(CN) - Knology Inc.'s shareholders claim in a class action that the proposed buyout of the company by WideOpenWest Finance is the "result of a tainted process."
"The proposed transaction reflects an effort by the individual defendants to aggrandize their own financial position and interests at the expense of and to the detriment of Knology's public shareholders," the complaint states.
WideOpenWest will acquire all of the outstanding shares of Knology for $19.75 per share in cash, according to the complaint, and the company is valued at approximately $1.5 billion, including debt.
Knology's own financial adviser, Merrill Lynch valued shares as high as $22.25 each.

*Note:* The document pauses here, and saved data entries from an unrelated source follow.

/**
 * Crystal directions given by a user: numeric vectors in the crystal Cartesian frame, axis names
 * (`X`, `Y`, `Z` for X-, Y-, Z-cut; `-X` …), Miller notation for cubic crystals only (`[1-10]`
 * direction, `(111)` plane normal; in a cubic crystal both are the Cartesian vector [h k l]).
 */
import type { Vec3 } from './linalg'
import { maxAbs } from './linalg'
import { EngineError } from './errors'

/** A direction as accepted from users: a 3-vector, an axis name, or (cubic) Miller notation. */
export type DirectionInput = readonly number[] | string

const AXIS_NAMES: Record<string, Vec3> = { X: [1, 0, 0], Y: [0, 1, 0], Z: [0, 0, 1] }

function parseMiller(text: string): Vec3 | undefined {
  const m = /^[[(]\s*(-?\d)\s*,?\s*(-?\d)\s*,?\s*(-?\d)\s*[\])]$/.exec(text)
  return m ? [Number(m[1]), Number(m[2]), Number(m[3])] : undefined
}

/**
 * Parse a direction in the crystal Cartesian frame. Throws INVALID_DIRECTION / ZERO_VECTOR with
 * `field`. Miller notation is refused for non-cubic crystals (needs lattice parameters).
 */
export function parseDirection(input: unknown, field: string, isCubic: boolean): Vec3 {
  let v: Vec3 | undefined
  if (Array.isArray(input)) {
    if (input.length !== 3 || !input.every(isFiniteNumber))
      throw new EngineError({
        code: 'INVALID_DIRECTION',
        field,
        value: input,
        message: `a direction must be an array of 3 finite numbers, got ${JSON.stringify(input)}`,
      })
    v = [input[0], input[1], input[2]]
  } else if (typeof input === 'string') {
    const text = input.trim().toUpperCase().replace(/-CUT$/, '')
    const sign = text.startsWith('-') ? -1 : 1
    const axis = AXIS_NAMES[text.replace(/^[-+]/, '')]
    if (axis) v = [axis[0] * sign, axis[1] * sign, axis[2] * sign]
    else {
      const miller = parseMiller(input.trim())
      if (miller && !isCubic)
        throw new EngineError({
          code: 'INVALID_DIRECTION',
          field,
          value: input,
          message: `Miller notation ${input} is only accepted for cubic crystals`,
          hint: 'for non-cubic crystals give X, Y, Z or a Cartesian vector such as [0,0,1]',
        })
      v = miller
    }
    if (!v)
      throw new EngineError({
        code: 'INVALID_DIRECTION',
        field,
        value: input,
        allowed: ['X', 'Y', 'Z', '[uvw]', '(hkl)', '[x,y,z]'],
        message: `cannot read direction ${JSON.stringify(input)}`,
      })
  } else
    throw new EngineError({
      code: input === undefined ? 'MISSING_FIELD' : 'INVALID_TYPE',
      field,
      value: input,
      message:
        input === undefined
          ? 'a direction is required'
          : `a direction must be an array of 3 numbers or an axis name, got ${JSON.stringify(input)}`,
    })
  // A direction has no scale: only the exact zero vector is refused ([0, 0, 1e-200] is the z axis).
  if (maxAbs(v) === 0)
    throw new EngineError({ code: 'ZERO_VECTOR', field, value: input, message: 'the direction is the zero vector' })
  return v
}

/**
 * Printable direction: Miller-style (`[1-10]`, `(111)` with `plane`) when proportional to small
 * integers, else rounded components.
 */
export function formatDirection(v: Vec3, plane = false): string {
  const [open, close] = plane ? ['(', ')'] : ['[', ']']
  const smallest = Math.min(...v.filter((x) => Math.abs(x) > 1e-9).map(Math.abs))
  for (let k = 1; k <= 6; k++) {
    const s = v.map((x) => (x / smallest) * k)
    if (s.every((x) => Math.abs(x - Math.round(x)) < 1e-6) && s.every((x) => Math.abs(x) < 10)) {
      let ints = s.map(Math.round)
      const g = ints.reduce((a, b) => gcd(a, Math.abs(b)), 0)
      ints = ints.map((x) => x / g)
      return open + ints.map(String).join('') + close
    }
  }
  return open + v.map((x) => Number(x.toFixed(3))).join(', ') + close
}

function isFiniteNumber(x: unknown): boolean {
  return typeof x === 'number' && Number.isFinite(x)
}

function gcd(a: number, b: number): number {
  return b === 0 ? Math.abs(a) : gcd(b, a % b)
}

Calling the proxy statement "false and misleading," the class claims that the company also failed to disclose important information to its stockholders and that the company's financial advisors, Credit Suisse Securities and Merrill Lynch, had "a material conflict of interest" when they were working with the board on the sale.
"The proxy statement fails to provide the company's shareholders with material information and/or provides them with materially misleading information thereby rendering the shareholders unable to make an informed decision on whether to approve the proposed transaction," the complaint states.
Shareholders question why the board decided to pursue the deal when the company was experiencing its biggest revenue gains in two years.
WOW is a controlled affiliate of Avista Capital Partners, L.P. and both Merrill Lynch and Credit Suisse, according to the lawsuit, are invested in or have long term business relationships with Avista.
"Credit Suisse had an incentive to ensure that WOW purchases the Company for the lowest price possible," the complaint states. "Credit Suisse will receive approximately $28.1 million in fees for providing a portion of the debt commitment and serving as joint lead arranger in the proposed transaction ... Merrill Lynch has a substantial business relationship with Avista Capital, having provided at least five substantial services to Avista Capital . . . and earning approximately $17.1 million for such services."
The standard deal protection devices are attached to the sale including a "no solicitation" clause, a three day window to match any offer and a $25 million termination fee. There is also an amendment to the company's poison pill eliminating it as a barrier to the sale while leaving it in place as a barrier to any potential competing acquisition offer.
According to the proxy statement, "Knology's directors and executive officers have interests in the merger that are different from, or are in addition to, the interests of (its) stockholders generally."
The Delaware company is a provider of interactive communications and entertainment services to both residential and business customers in the Southeast, upper Midwest and Kansas and offers digital cable TV, local and long distance digital telephone service and high-speed Internet access. Its principal offices are in Georgia.
"Our two companies have much in common. We share similar beliefs in how employees and customers should be treated, and we both know how to succeed in competitive environments," Knology Chairman and CEO Rodger L. Johnson said in a press release announcing the sale.
The complaint, filed in Delaware Chancery Court names Johnson as well as the rest of the board members as well as WOW.
Shareholders are represented by Seth D. Rigrodsky, Brian D. Long and Gina M. Serra of Rigrodsky & Long in Wilmington, Del. and Shannon L. Hopkins and Allen Schwartz of Levi & Korinsky LLP in New York.